Et de deux ! L’indice d’inflation aux États-Unis est ressorti supérieur aux attentes en septembre (8,2 % en glissement annuel contre 8,1 %), pour le second mois consécutif. Certes le pic de 9,1 % enregistré en juin est passé, mais ce reflux est trop lent pour infléchir le durcissement monétaire de la Fed. Celleci devrait donc relever ses taux directeurs de 0,75 % le 2 novembre, lors de la prochaine réunion de ses gouverneurs dite « FOMC ». Désormais, on ne se fait plus d’illusion, car les anticipations du taux maximal en fin de cycle de ce resserrement approchent les 5 % pour mi-2023. Le marché a encore une fois mal réagi après l’annonce, lors de la séance du 13 octobre. Mais ce chiffre fétiche pour les superstitieux a porté malheur aux vendeurs, puisque la forte baisse des indices, enregistrée dans l’heure qui suit la publication de la statistique, a été entièrement effacée. L’indice Nasdaq 100 a été une fois encore le plus « chahuté », puisqu’il clôture en hausse de 1,35 %, après avoir cédé momentanément jusqu’à 3,20 %. Les cardiaques doivent s’abstenir !
Au-delà de cette agitation quotidienne et permanente, prenons de la hauteur. Le scénario de fond n’a pas bougé : hausse des taux longs et ralentissement économique, voire récession. Les gérants l’ont déjà intégré dans leurs portefeuilles, avec des pondérations actions au minimum et des durations obligataires extrêmement réduites. L’annonce d’une inflation de base de 0,6 % sur un mois et de 6,6 % sur un an glissant est évidemment préoccupante. Celle-ci devrait toutefois ralentir au fil des mois. De surcroît, des considérations techniques sont à prendre en compte. Les positions sur les dérivés sont importantes, car le taux de couverture est élevé et les stratégies de volatilité sont très populaires. Des fortes variations d’indices à l’ouverture permettent à leurs détenteurs de déboucler leurs positions facilement avec des profits substantiels. En revanche, les contreparties (en gamma négatif) sont contraintes de se couvrir en achetant le sous-jacent.

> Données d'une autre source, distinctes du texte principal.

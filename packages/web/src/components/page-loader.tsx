import { Spinner } from '@blueprintjs/core';

/** Shown while a page's code or the signed-in user is loading. */
export function PageLoader({ label = 'Loading' }: { label?: string }) {
  return (
    <div className="tc-page-loader" role="status" aria-live="polite">
      <Spinner size={32} aria-label={label} />
      <span className="tc-visually-hidden">{label}…</span>
    </div>
  );
}
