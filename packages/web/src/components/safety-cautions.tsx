import { Callout } from '@blueprintjs/core';
import { WarningSignIcon } from '@blueprintjs/icons';

/**
 * The cautions every result in Tacet carries (PRODUCT.md, "Cautions the product shows").
 * Shown on the overview and, later, on the design screen and in the report.
 */
export function SafetyCautions({ compact = false }: { compact?: boolean }) {
  return (
    <Callout intent="warning" icon={<WarningSignIcon />} title="Results are for preliminary sizing" className="tc-cautions">
      <p>
        Tacet models a rigid machine on linear mounts over a rigid support. Real floors, decks and frames flex, and mounts are not perfectly
        linear.
      </p>
      {compact ? null : (
        <p>
          Seismic and wind restraint, snubbers, flexible pipe and cable connections, flexible floors and guarding follow local codes, and
          need review by a qualified, licensed engineer before anything is built or bought.
        </p>
      )}
    </Callout>
  );
}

L’autre facteur de cette résistance des marchés actions est que nous sommes à l’aube d’une nouvelle saison de résultats trimestriels. En Europe, la dépréciation de l’euro est un facteur de soutien pour nos champions internationaux. Une fois de plus, LVMH a été à l’honneur, avec une croissance organique de 20 % et des revenus en hausse de 28 % sur les 9 premiers mois de 2022. La forte présence internationale du groupe permet de capter la demande là où elle se trouve. L’Asie redémarre à +6 % contre -8 % le trimestre précédent. Les Américains s’étant massivement déplacés en Europe, le Vieux Continent affiche une progression honorable de 36 %, bien supérieure à celle des États-Unis qui ralentit à +11 %. Nous allons donc vivre ces deux prochaines semaines au rythme de la microéconomie, plutôt que celui de la macroéconomie, qui a plombé les performances cette année. Les banques centrales prendront de nouveau le relais à partir du 27 octobre avec la BCE. Cette trêve automnale peut être bénéfique aux marchés, à conditions que les publications soient à la hauteur. Nous serons assez vite fixés, avec quatre banques américaines (JP Morgan, Citigroup, Wells Fargo et Morgan Stanley) et le poids lourd de la santé UnitedHealth Group, qui publient aujourd’hui, soit l’équivalent de plus de 13,5 % de l’indice Dow Jones. On l’a donc compris, l’ambiance est loin de celle d’un long fleuve tranquille. On se met à rêver avec le poème « l’Invitation au voyage » de Charles Baudelaire et de son fameux « luxe, calme et volupté ». En ce moment, on se contente du luxe et de la volatilité dans les portefeuilles.